I hear many families complain that, when their relative is admitted to a psychiatric hospital ward, they can’t get basic information about him or her when they call the hospital. They are told that the information is confidential and protected by statute. What a frustrating situation for the family and what an obstacle to good patient care this must be! Common sense and common courtesy, at least, should tell the hospital staff that each patient, upon admission, should be asked if he or she would be willing to sign a release of information form allowing staff to communicate with specific family members. New patients are asked to sign plenty of forms. This could easily be one of them. This is rarely done, however, in US hospitals and clinics. Why is this so? Is it laziness, because talking to families takes time? Or is it a reflection of the often unrecognized stigma that even mental health professionals harbor inside?

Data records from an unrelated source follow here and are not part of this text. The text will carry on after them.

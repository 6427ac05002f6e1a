/**
 * Modified nodal analysis at s = jω. Every entry of the system matrix is a polynomial in s
 * of degree at most two, A(s) = A0 + s·A1 + s²·A2, with real coefficients: capacitors with
 * series parasitics and inductors carry branch currents, so no entry is ever a ratio and
 * 0 Hz needs no special case (capacitors open, inductors short fall out of the equations).
 * The exact derivative dA/dω comes from the same coefficients, which gives group delay and
 * slopes from one extra back-substitution.
 */
import type { Circuit, Element, NodeIndex, SourceRange } from './circuit.js';
import type { Diagnostic } from './result.js';
import { internalError } from './diagnostic.js';
import { stampTransfer, transferUnknowns } from './mna-transfer.js';
import { StampList } from './stamp-list.js';

/** A current as a linear form over the unknowns: I = Σ (c0[k] + s·c1[k])·x[index[k]]. */
export interface LinearForm {
  index: Int32Array;
  c0: Float64Array;
  c1: Float64Array;
}

/** A real right-hand side given sparsely. */
export interface SparseVector {
  index: Int32Array;
  value: Float64Array;
}

export interface MnaSystem {
  /** Number of unknowns: node voltages (ground excluded), then branch currents. */
  readonly n: number;
  /** The unique pattern slots and their polynomial coefficients. */
  readonly rows: Int32Array;
  readonly cols: Int32Array;
  readonly c0: Float64Array;
  readonly c1: Float64Array;
  readonly c2: Float64Array;
  /** Unknown index of each circuit node; −1 for ground. */
  readonly nodeUnknown: Int32Array;
  /** The right-hand side of a unit drive; null without a drive. */
  readonly driveRhs: SparseVector | null;
  /** The row of each loop break's link, by designator: a 1 there is its test voltage. */
  readonly breakRows: ReadonlyMap<string, number>;
  /**
   * The current through a resistor, capacitor or inductor (first node → second), by
   * designator; undefined for any other name. Made on demand: most parts are never asked.
   */
  currentForm(name: string): LinearForm | undefined;
}

/**
 * Builds the system of a circuit and a null system when it breaks an invariant. The
 * elaborator has checked every value and name of a cell, so a broken invariant is a fault of
 * Rolloff's own and becomes the one internal-error diagnostic, at the element's line.
 */
export function buildMna(circuit: Circuit): { system: MnaSystem | null; diagnostics: Diagnostic[] } {
  const diagnostics: Diagnostic[] = [];
  const fail = (range: SourceRange, message: string): void => {
    diagnostics.push(internalError(new Error(message), range));
  };
  const nodeCount = circuit.nodeNames.length;
  const nodeUnknown = new Int32Array(Math.max(nodeCount, 1));
  nodeUnknown[0] = -1;
  for (let k = 1; k < nodeCount; k++) nodeUnknown[k] = k - 1;
  let unknowns = Math.max(nodeCount - 1, 0);
  const nodeOk = (node: NodeIndex): boolean => Number.isInteger(node) && node >= 0 && node < nodeCount;
  const u = (node: NodeIndex): number => nodeUnknown[node];
  const positive = (v: number | undefined): v is number => typeof v === 'number' && Number.isFinite(v) && v > 0;
  const finite = (v: number | undefined): v is number => typeof v === 'number' && Number.isFinite(v);
  const nonNegative = (v: number | undefined): boolean => v === undefined || (Number.isFinite(v) && v >= 0);

  // First pass: check values and nodes, and give branch currents where a part needs one.
  const elements = circuit.elements;
  const branch = new Int32Array(elements.length).fill(-1);
  const breakRows = new Map<string, number>();
  let coupled = false;
  for (let index = 0; index < elements.length; index++) {
    const el = elements[index];
    switch (el.kind) {
      case 'resistor': {
        if (!nodeOk(el.a) || !nodeOk(el.b)) {
          fail(el.range, `${el.name} names a node that does not exist`);
          break;
        }
        if (!positive(el.value)) {
          fail(el.range, `${el.name}: a resistor needs a value above 0 Ω`);
          break;
        }
        break;
      }
      case 'capacitor': {
        if (!nodeOk(el.a) || !nodeOk(el.b)) {
          fail(el.range, `${el.name} names a node that does not exist`);
          break;
        }
        if (!positive(el.value)) {
          fail(el.range, `${el.name}: a capacitor needs a value above 0 F`);
          break;
        }
        if (!nonNegative(el.esr) || !nonNegative(el.esl)) {
          fail(el.range, `${el.name}: esr and esl cannot be negative`);
          break;
        }
        if ((el.esr ?? 0) > 0 || (el.esl ?? 0) > 0) branch[index] = unknowns++;
        break;
      }
      case 'inductor': {
        if (!nodeOk(el.a) || !nodeOk(el.b)) {
          fail(el.range, `${el.name} names a node that does not exist`);
          break;
        }
        if (!positive(el.value)) {
          fail(el.range, `${el.name}: an inductor needs a value above 0 H`);
          break;
        }
        if (!nonNegative(el.dcr)) {
          fail(el.range, `${el.name}: dcr cannot be negative`);
          break;
        }
        branch[index] = unknowns++;
        break;
      }
      case 'opamp': {
        if (!nodeOk(el.p) || !nodeOk(el.n) || !nodeOk(el.o)) {
          fail(el.range, `${el.name} names a node that does not exist`);
          break;
        }
        if (el.gain !== undefined && !(finite(el.gain) && el.gain !== 0)) {
          fail(el.range, `${el.name}: the op-amp gain must be a finite, non-zero number`);
          break;
        }
        if (el.gbw !== undefined && !positive(el.gbw)) {
          fail(el.range, `${el.name}: gbw must be above 0 Hz`);
          break;
        }
        if (el.pole2 !== undefined && !(positive(el.pole2) && el.gbw !== undefined)) {
          fail(el.range, `${el.name}: pole2 must be above 0 Hz, and comes with gbw`);
          break;
        }
        if (!nonNegative(el.zout)) {
          fail(el.range, `${el.name}: zout cannot be negative`);
          break;
        }
        branch[index] = unknowns++;
        break;
      }
      case 'vcvs':
      case 'ccvs': {
        if (!nodeOk(el.op) || !nodeOk(el.on) || (el.kind === 'vcvs' && (!nodeOk(el.cp) || !nodeOk(el.cn)))) {
          fail(el.range, `${el.name} names a node that does not exist`);
          break;
        }
        const k = el.kind === 'vcvs' ? el.gain : el.rm;
        if (!finite(k)) {
          fail(el.range, `${el.name}: the gain must be a finite number`);
          break;
        }
        branch[index] = unknowns++;
        break;
      }
      case 'vccs':
      case 'cccs': {
        if (!nodeOk(el.op) || !nodeOk(el.on) || (el.kind === 'vccs' && (!nodeOk(el.cp) || !nodeOk(el.cn)))) {
          fail(el.range, `${el.name} names a node that does not exist`);
          break;
        }
        const k = el.kind === 'vccs' ? el.gm : el.gain;
        if (!finite(k)) {
          fail(el.range, `${el.name}: the gain must be a finite number`);
          break;
        }
        break;
      }
      case 'transfer': {
        if (![el.op, el.on, el.cp, el.cn].every(nodeOk)) {
          fail(el.range, `${el.name} names a node that does not exist`);
          break;
        }
        if (el.den.length === 0 || el.den[el.den.length - 1] === 0 || !el.num.concat(el.den).every(finite)) {
          fail(el.range, `${el.name}: a transfer function needs finite coefficients and a denominator that is not 0`);
          break;
        }
        branch[index] = unknowns;
        unknowns += transferUnknowns(el);
        break;
      }
      case 'loop-break': {
        if (!nodeOk(el.from) || !nodeOk(el.to) || el.from === el.to) {
          fail(el.range, `${el.name} needs two different nodes that exist`);
          break;
        }
        branch[index] = unknowns++;
        breakRows.set(el.name, branch[index]);
        break;
      }
      case 'transformer': {
        if (![el.p1, el.p2, el.s1, el.s2].every(nodeOk)) {
          fail(el.range, `${el.name} names a node that does not exist`);
          break;
        }
        if (!positive(el.turns)) {
          fail(el.range, `${el.name}: the turns ratio must be above 0`);
          break;
        }
        branch[index] = unknowns++;
        break;
      }
      case 'coupling':
        coupled = true;
        break;
    }
  }
  const drive = circuit.drive;
  let driveBranch = -1;
  if (drive) {
    if (!nodeOk(drive.p) || !nodeOk(drive.n)) fail(drive.range, 'the drive names a node that does not exist');
    else if (drive.kind === 'voltage') driveBranch = unknowns++;
  }
  if (diagnostics.length > 0) return { system: null, diagnostics };

  // Designator → element index of every two-terminal part, made only when something asks.
  let parts: Map<string, number> | null = null;
  const formCache = new Map<string, LinearForm>();
  const currentForm = (name: string): LinearForm | undefined => {
    const hit = formCache.get(name);
    if (hit) return hit;
    if (parts === null) {
      parts = new Map();
      elements.forEach((el, i) => {
        if (el.kind === 'resistor' || el.kind === 'capacitor' || el.kind === 'inductor') parts!.set(el.name, i);
      });
    }
    const i = parts.get(name);
    if (i === undefined) return undefined;
    const el = elements[i] as Element & { kind: 'resistor' | 'capacitor' | 'inductor' };
    let f: LinearForm;
    if (branch[i] >= 0) f = form([branch[i]], [1], [0]);
    else if (el.kind === 'resistor') f = form([u(el.a), u(el.b)], [1 / el.value, -1 / el.value], [0, 0]);
    else f = form([u(el.a), u(el.b)], [0, 0], [el.value, -el.value]);
    formCache.set(name, f);
    return f;
  };
  const inductors = new Map<string, { value: number; index: number }>();
  if (coupled) {
    elements.forEach((el, i) => {
      if (el.kind === 'inductor') inductors.set(el.name, { value: el.value, index: branch[i] });
    });
  }

  const n = unknowns;
  const stamps = new StampList(n);
  const add = (r: number, c: number, k0: number, k1 = 0, k2 = 0): void => {
    if (r < 0 || c < 0) return;
    stamps.add(r, c, k0, k1, k2);
  };
  /** A current leaving the element at node `into` enters the network there. */
  const kcl = (a: number, b: number, col: number): void => {
    add(a, col, 1);
    add(b, col, -1);
  };

  for (let index = 0; index < elements.length; index++) {
    const el = elements[index];
    switch (el.kind) {
      case 'resistor': {
        const a = u(el.a);
        const b = u(el.b);
        const g = 1 / el.value;
        add(a, a, g);
        add(b, b, g);
        add(a, b, -g);
        add(b, a, -g);
        break;
      }
      case 'capacitor': {
        const a = u(el.a);
        const b = u(el.b);
        const c = el.value;
        const br = branch[index];
        if (br < 0) {
          add(a, a, 0, c);
          add(b, b, 0, c);
          add(a, b, 0, -c);
          add(b, a, 0, -c);
        } else {
          // s·C·(Va − Vb) − (1 + s·C·esr + s²·C·esl)·I = 0: the series branch, multiplied out.
          kcl(a, b, br);
          add(br, a, 0, c);
          add(br, b, 0, -c);
          add(br, br, -1, -c * (el.esr ?? 0), -c * (el.esl ?? 0));
        }
        break;
      }
      case 'inductor': {
        const a = u(el.a);
        const b = u(el.b);
        const br = branch[index];
        kcl(a, b, br);
        add(br, a, 1);
        add(br, b, -1);
        add(br, br, -(el.dcr ?? 0), -el.value);
        break;
      }
      case 'coupling': {
        const l1 = inductors.get(el.l1);
        const l2 = inductors.get(el.l2);
        if (!l1 || !l2) {
          fail(el.range, `couple names ${!l1 ? el.l1 : el.l2}, which is not an inductor of this network`);
          break;
        }
        if (l1 === l2) {
          fail(el.range, 'an inductor cannot be coupled to itself');
          break;
        }
        if (!(Number.isFinite(el.k) && el.k > 0 && el.k <= 1)) {
          fail(el.range, 'the coupling factor must lie in 0 < k ≤ 1');
          break;
        }
        const m = el.k * Math.sqrt(l1.value * l2.value);
        add(l1.index, l2.index, 0, -m);
        add(l2.index, l1.index, 0, -m);
        break;
      }
      case 'opamp': {
        const br = branch[index];
        // (1/A(s))·(Vo + zout·Io) − (Vp − Vn) = 0 with 1/A = (1/G + s/(2π·gbw))·(1 + s/(2π·pole2)):
        // finite for the ideal op-amp too, where it reduces to the nullor Vp = Vn.
        const g0 = el.gain !== undefined ? 1 / el.gain : 0;
        const g1 = el.gbw !== undefined ? 1 / (2 * Math.PI * el.gbw) : 0;
        const b = el.pole2 !== undefined ? 1 / (2 * Math.PI * el.pole2) : 0;
        const [a0, a1, a2] = [g0, g1 + g0 * b, g1 * b];
        const z = el.zout ?? 0;
        add(u(el.o), br, -1);
        add(br, u(el.o), a0, a1, a2);
        add(br, br, z * a0, z * a1, z * a2);
        add(br, u(el.p), -1);
        add(br, u(el.n), 1);
        break;
      }
      case 'vcvs': {
        const br = branch[index];
        kcl(u(el.on), u(el.op), br);
        add(br, u(el.op), 1);
        add(br, u(el.on), -1);
        add(br, u(el.cp), -el.gain);
        add(br, u(el.cn), el.gain);
        break;
      }
      case 'transfer':
        stampTransfer(el, branch[index], add, u);
        break;
      case 'loop-break': {
        // A link carrying current from → to; its row V(to) − V(from) = 0 takes the test voltage.
        const br = branch[index];
        kcl(u(el.from), u(el.to), br);
        add(br, u(el.to), 1);
        add(br, u(el.from), -1);
        break;
      }
      case 'transformer': {
        // The primary current I enters at p1; I/turns leaves the secondary at s1, so the
        // power in equals the power out. Branch row: V(s1, s2) − turns·V(p1, p2) = 0.
        const br = branch[index];
        const t = el.turns;
        kcl(u(el.p1), u(el.p2), br);
        add(u(el.s1), br, -1 / t);
        add(u(el.s2), br, 1 / t);
        add(br, u(el.s1), 1);
        add(br, u(el.s2), -1);
        add(br, u(el.p1), -t);
        add(br, u(el.p2), t);
        break;
      }
      case 'vccs': {
        const op = u(el.op);
        const on = u(el.on);
        const cp = u(el.cp);
        const cn = u(el.cn);
        add(op, cp, -el.gm);
        add(op, cn, el.gm);
        add(on, cp, el.gm);
        add(on, cn, -el.gm);
        break;
      }
      case 'cccs': {
        const f = currentForm(el.control);
        if (!f) {
          fail(el.range, `${el.name} is controlled by ${el.control}, which is not a resistor, capacitor or inductor of this network`);
          break;
        }
        for (let t = 0; t < f.index.length; t++) {
          add(u(el.op), f.index[t], -el.gain * f.c0[t], -el.gain * f.c1[t]);
          add(u(el.on), f.index[t], el.gain * f.c0[t], el.gain * f.c1[t]);
        }
        break;
      }
      case 'ccvs': {
        const f = currentForm(el.control);
        if (!f) {
          fail(el.range, `${el.name} is controlled by ${el.control}, which is not a resistor, capacitor or inductor of this network`);
          break;
        }
        const br = branch[index];
        kcl(u(el.on), u(el.op), br);
        add(br, u(el.op), 1);
        add(br, u(el.on), -1);
        for (let t = 0; t < f.index.length; t++) add(br, f.index[t], -el.rm * f.c0[t], -el.rm * f.c1[t]);
        break;
      }
    }
  }
  let driveRhs: SparseVector | null = null;
  if (drive) {
    if (drive.kind === 'voltage') {
      kcl(u(drive.n), u(drive.p), driveBranch);
      add(driveBranch, u(drive.p), 1);
      add(driveBranch, u(drive.n), -1);
      driveRhs = { index: Int32Array.of(driveBranch), value: Float64Array.of(1) };
    } else {
      driveRhs = currentInjection(nodeUnknown, drive.p, drive.n);
    }
  }
  if (diagnostics.length > 0) return { system: null, diagnostics };
  const s = stamps.finish();
  return {
    system: { n, rows: s.rows, cols: s.cols, c0: s.c0, c1: s.c1, c2: s.c2, nodeUnknown, driveRhs, breakRows, currentForm },
    diagnostics,
  };
}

We have to recognize an important element in this situation. In the US, hospital administrators and their lawyers are running scared since the introduction, in 1996, of the federal HIPAA Privacy Rule that prevents service providers (with heavy fines) from releasing confidential health-related information. At the same time, the Privacy Rule is balanced so that it permits the disclosure of health information needed for patient care and other important purposes. A simple release of information form signed by the patient, or the existence of an emergency situation that over-rides confidentiality, can satisfy the needs of the family, the service providers, hospital administrators and lawyers alike.

Whatever the underlying motivation, if you run into this situation, you need to know that, even without a signed permission to release information or the existence of an emergency situation, communication is still possible. You can always give information to the staff that they should have if they are to be able to understand their patient and to treat him or her properly. You can tell them, for example, about your relative’s behavior prior to the hospital admission that they may not know about because he or she is too guarded to mention it. You can tell them about your fears, your concerns, or what a wonderful person your relative is when not afflicted by illness.

Here is what the well-known American psychiatrist Robert Liberman has to say about this issue in his 2008 book, “Recovery from Disability”:

“Too many practitioners pay obeisance to a misguided conception of privacy and confidentiality. There is no violation of confidentiality when a clinician solicits information from family members. Can anyone picture an internist or surgeon failing to invite a close family member to provide confirming and converging information regarding the patient as a key element in diagnosis and choice of treatment? Relatives are lucky if they get in to see the professional responsible for the patient’s treatment, much less hear of the patient’s diagnosis and prognosis. Plainly speaking, relatives are ignored by mental health professionals.”

What can you do if you find yourself in this situation?

Number one: Be assertive. It is your right to know what is happening with your loved one. Take a stand!

Two: Ask the staff to ask your relative to sign a release of information allowing them to talk to you. Failing that, ask your relative to ask the staff to give him the same form to sign. If your relative declines to do this on Day One, ask again on Day Six or Seven.

Three: Remember, there is no law that prevents you from giving information to anyone on the hospital staff if you think it would be useful.

Four: Expect to be included in post-hospital discharge planning unless your relative specifically objects to your inclusion.

Let’s bring some sanity back to the mental health treatment system.